О содержании лингвистических исследований за период с 1917 по 1967 и по 1977 г. дают представление обзоры типа: Чемоданов Н.С. 50 лет советского языкознания // РЯШ. 1967. № 5.
Синхронное описание языка полнее всего реализовались в области лексикологии, семасиологии и особенно в лексикографии. Во многих странах мира были изданы большие словари (кстати, типологию лексикографических трудов дал Л.В. Щерба в статье "Опыт общей теории лексикографии": Изв. АН СССР, ОЛЯ, 1940. Вып. 3); у нас – "Толковый словарь русского языка" под ред. Д.Н. Ушакова (1934–1940), "Словарь русского языка" С.И. Ожегова (1949 г. и с большими добавлениями в последующие годы), "Словарь современного русского литературного языка" в 17-и томах (1950–1965), "Словарь русского языка" в 4-х томах (1957–1961), "Словарь синонимов русского языка" в 2-х томах под ред. А.П. Евгеньевой (1970).

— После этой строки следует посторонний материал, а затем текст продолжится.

import { DateTime } from 'luxon'
import type { Bin } from '#shared/contracts/bins.ts'
import { problem } from '#shared/contracts/problems.ts'
import { formatShelfCode, foldShelfCode } from '#shared/barcode/shelf-code.ts'
import { binStatesOf, position, under, type BinFacts } from '#shared/ledger/bin-states.ts'
import { isBelieved } from '#shared/replenishment/believed.ts'
import type { Clock } from '../clock.ts'
import type { Reader } from '../db/client.ts'
import type { Actor } from '../http/context.ts'
import {
  listBinRows,
  listOpenLines,
  listOverflow,
  type BinFilter,
  type BinRow,
  type OpenLine,
} from './bin-view.repository.ts'

export type { BinRow, OpenLine } from './bin-view.repository.ts'

/** One bin as lists show it, with the row it was made of for those who compute on. */
export interface BinView {
  bin: Bin
  row: BinRow
  openLines: OpenLine[]
  facts: BinFacts
  /** Its overflow places, whose stock is part of its own. */
  overflow: OverflowPlace[]
}

interface OverflowPlace {
  binId: number
  assignmentId: number | null
  onHand: number
}

interface Moment {
  now: number
  /** The hospital's own date, YYYY-MM-DD. */
  today: string
}

export const momentOf = (clock: Clock, timeZone: string): Moment => {
  const now = clock.now()
  return { now: now.getTime(), today: DateTime.fromJSDate(now, { zone: timeZone }).toISODate() ?? '' }
}

/** Units of a line still to be put away. */
export const openUnits = (line: OpenLine): number => Math.max(0, line.units - line.putAway - line.cancelledUnits)

/** Bins by filter, computed by query: nothing here is stored, so nothing can go stale. */
export async function viewBins(db: Reader, moment: Moment, filter: BinFilter): Promise<BinView[]> {
  const rows = await listBinRows(db, filter)
  const ids = rows.map((r) => r.id)
  const wide = ids.length > 2000
  const lines = groupBy(await listOpenLines(db, wide ? null : ids), (l) => l.binId)
  const overflow = groupBy(await listOverflow(db, ids), (o) => o.mainId ?? 0)
  return rows.map((row) => toView(row, lines.get(row.id) ?? [], overflow.get(row.id) ?? [], moment))
}

function toView(row: BinRow, openLines: OpenLine[], overflow: OverflowPlace[], moment: Moment): BinView {
  const mine = openLines.filter((l) => l.assignmentId === row.assignmentId && openUnits(l) > 0)
  const believed = mine.filter((l) => isBelieved(l.expectedOn, moment.today, l.confirmedAt !== null))
  const onOrder = believed.reduce((sum, l) => sum + openUnits(l), 0)
  const arrived = believed.reduce((sum, l) => sum + Math.min(openUnits(l), Math.max(0, l.arrived - l.putAway)), 0)
  const raw = row.onHand ?? 0
  const onHand = Math.max(0, raw) + overflow.reduce((sum, o) => sum + Math.max(0, o.onHand), 0)
  const isOverflow = row.overflowOf !== null
  const reorderPoint = isOverflow ? null : row.policyId === null ? row.enteredReorderPoint : row.reorderPoint
  const closed = closureAt(row.closed, moment.now)
  const facts: BinFacts = {
    kind: row.kind,
    isOverflow,
    hasItem: row.itemId !== null,
    onHand,
    held: row.held ?? 0,
    onOrder,
    hasLateOrder: mine.some((l) => l.expectedOn !== null && l.expectedOn < moment.today),
    lastCount:
      row.lastCountAt && row.lastCountQuantity !== null
        ? { quantity: row.lastCountQuantity, effectiveAt: row.lastCountAt.getTime() }
        : null,
    reorderPoint,
    meanPerDay: row.meanPerDay === null ? null : Number(row.meanPerDay),
    countEveryDays: row.countEveryDays,
    isQuiet: closed !== null && (closed.flagsFrom === null || moment.now < Date.parse(closed.flagsFrom)),
  }
  const parLevel = isOverflow ? null : row.policyId === null ? row.enteredPar : row.parLevel
  const bin = toBin(row, facts, parLevel, believed, arrived, raw, moment.now)
  bin.closed = closed && { from: closed.from, until: closed.until }
  bin.gap = gapAt(row.gap, moment.now)
  return { bin, row, openLines: mine, facts, overflow }
}

interface Closure {
  from: string
  until: string | null
  /** From then on flags serve the reopening; null: not while it is shut. */
  flagsFrom: string | null
}

/** JSON columns come back as text or as what they hold, by the driver's knowledge of the column. */
const parsed = <T>(value: unknown): T | null =>
  (typeof value === 'string' ? (JSON.parse(value) as T | null) : (value as T | null)) ?? null

/** The planned closure that is on at a moment. */
function closureAt(stored: unknown, now: number): Closure | null {
  const closed = parsed<Closure>(stored)
  const isOn =
    closed !== null && Date.parse(closed.from) <= now && (closed.until === null || now < Date.parse(closed.until))
  return isOn ? closed : null
}

/** The level to reach before a holiday gap, until the last order before it. */
function gapAt(stored: unknown, now: number): Bin['gap'] {
  const gap = parsed<NonNullable<Bin['gap']>>(stored)
  return gap !== null && now <= Date.parse(gap.orderBy) ? gap : null
}

function toBin(
  row: BinRow,
  facts: BinFacts,
  parLevel: number | null,
  believed: OpenLine[],
  arrived: number,
  raw: number,
  now: number,
): Bin {
  return {
    id: String(row.id),
    code: row.code,
    display: formatShelfCode(row.code),
    kind: row.kind,
    overflowOf: row.overflowOf === null ? null : String(row.overflowOf),
    roomId: String(row.roomId),
    roomName: row.roomName,
    itemId: row.itemId === null ? null : String(row.itemId),
    item:
      row.itemId === null
        ? null
        : {
            id: String(row.itemId),
            code: row.itemCode ?? '',
            name: row.itemName ?? '',
            unitOfUse: row.unitOfUse ?? '',
            countUnit: row.countUnit ?? '',
            ved: row.ved ?? 'D',
          },
    bay: row.bay,
    shelf: row.shelf,
    walkOrder: row.walkOrder,
    capacity: row.capacity,
    packSize: row.packSize ?? 1,
    orderUnit: row.orderUnit ?? row.unitOfUse ?? '',
    onHand: facts.onHand,
    held: facts.held,
    onOrder: facts.onOrder,
    arrived,
    position: position(facts),
    lastCount: facts.lastCount
      ? { quantity: facts.lastCount.quantity, effectiveAt: new Date(facts.lastCount.effectiveAt).toISOString() }
      : null,
    reorderPoint: facts.reorderPoint,
    parLevel,
    under: under(facts),
    states: binStatesOf(facts, now),
    countEveryDays: row.countEveryDays,
    expectedOn:
      believed
        .map((l) => l.expectedOn)
        .filter((d): d is string => d !== null)
        .sort()[0] ?? null,
    closed: null,
    gap: null,
    recordsDisagree: raw < 0,
    enteredReorderPoint: row.enteredReorderPoint,
    enteredPar: row.enteredPar,
    retired: row.retiredAt !== null,
  }
}

/** One bin in the actor's rooms. @throws {Problem} not-found */
export async function viewBin(
  db: Reader,
  moment: Moment,
  actor: Pick<Actor, 'roomIds'>,
  binId: number,
): Promise<BinView> {
  const [view] = await viewBins(db, moment, { roomIds: actor.roomIds, binIds: [binId], retired: false })
  if (!view) throw problem('not-found')
  return view
}

interface ListQuery {
  roomId?: string
  state?: Bin['states'][number]
  q?: string
  code?: string
  itemId?: string
  retired: 'yes' | 'no'
  page: number
  pageSize: number
}

/** A page of bins in scope. */
export async function listBins(db: Reader, moment: Moment, actor: Actor, query: ListQuery) {
  const views = await viewBins(db, moment, {
    roomIds: actor.roomIds,
    roomId: query.roomId === undefined ? undefined : Number(query.roomId),
    code: query.code === undefined ? undefined : foldShelfCode(query.code),
    q: query.q,
    itemId: query.itemId === undefined ? undefined : Number(query.itemId),
    retired: query.retired === 'yes',
  })
  const wanted = query.state === undefined ? views : views.filter((v) => v.bin.states.includes(query.state!))
  return pageOf(
    wanted.map((v) => v.bin),
    query,
  )
}

/** Cuts a page out of a whole list. */
export function pageOf<T>(all: T[], query: { page: number; pageSize: number }) {
  const start = (query.page - 1) * query.pageSize
  return {
    items: all.slice(start, start + query.pageSize),
    total: all.length,
    page: query.page,
    pageSize: query.pageSize,
  }
}

export function groupBy<T>(rows: readonly T[], keyOf: (row: T) => number): Map<number, T[]> {
  const groups = new Map<number, T[]>()
  for (const row of rows) {
    const group = groups.get(keyOf(row))
    if (group) group.push(row)
    else groups.set(keyOf(row), [row])
  }
  return groups
}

Почти во всех крупных странах мира в это время шло изучение стилистики, языка художественной литературы, ортологии и риторики (неориторики).
Ещё А.А. Потебня, крупнейший лингвист-теоретик, литературовед и любитель народной поэзии, в магистерской диссертации "О некоторых символах в славянской народной поэзии" (1880) обратил внимание на образность и поэтичность слова. Этот момент учитывал он и в занятиях по семантике, этимологии, по языку фольклора, при рассмотрении связи языка с мышлением и психикой человека. Ценно то, что Потебня говорит об образности не только языковых единиц (элементов), но об огромных, безграничных возможностях образности, рождающейся в речи из сочетания таких элементов. "Элементарная поэтичность языка, т. е. поэтичность отдельных слов и словосочетаний, как бы это ни было ощутимо, ничтожно по сравнению со способностью языка создавать образы как из образных, так и из безобразных сочетаний слов" [Потебня 1958:1 -II: 9].
Идеи А.А. Потебни об экспрессивной функции языка нашли отклик в трудах русских и ряда европейских учёных. Так,
Шухард писал о том, что язык, порождённый необходимостью, достигает своей вершины в искусстве [Шухардт 1950].
С учением о символическом мышлении Г. Штейнталя и А.А. Потебни и их последователей, видевших в образности слов прототипы художественных произведений, связывают "лингвистический эстетизм" немецкого филолога Карла Фосслера (1872–1949). Вслед за ними, а также за итальянским философом-интуитивистом Б. Кроче (Сгоссе, 1866–1952), Фосслер смотрит на язык как на продукт индивидуального творчества. Стремление к экспрессии и эстетике и сам акт творчества талантливых людей признается за стимул и отправной момент в развитии языка. Рядовые носители языка ("масса"), принимая созданное писателями, лишь шаблонизируют его и распространяют в пространстве и времени. В аспекте этой концепции отодвигается на второй план общественно-коммуникативная функция языка. Её замещает экспрессивно-эстетическая. Вместо изучения всех форм существования языка внимание сосредоточивается на литературных произведениях, их стилистике, выявлении роли отдельных писателей в формировании общих и стилистических норм языка литературного.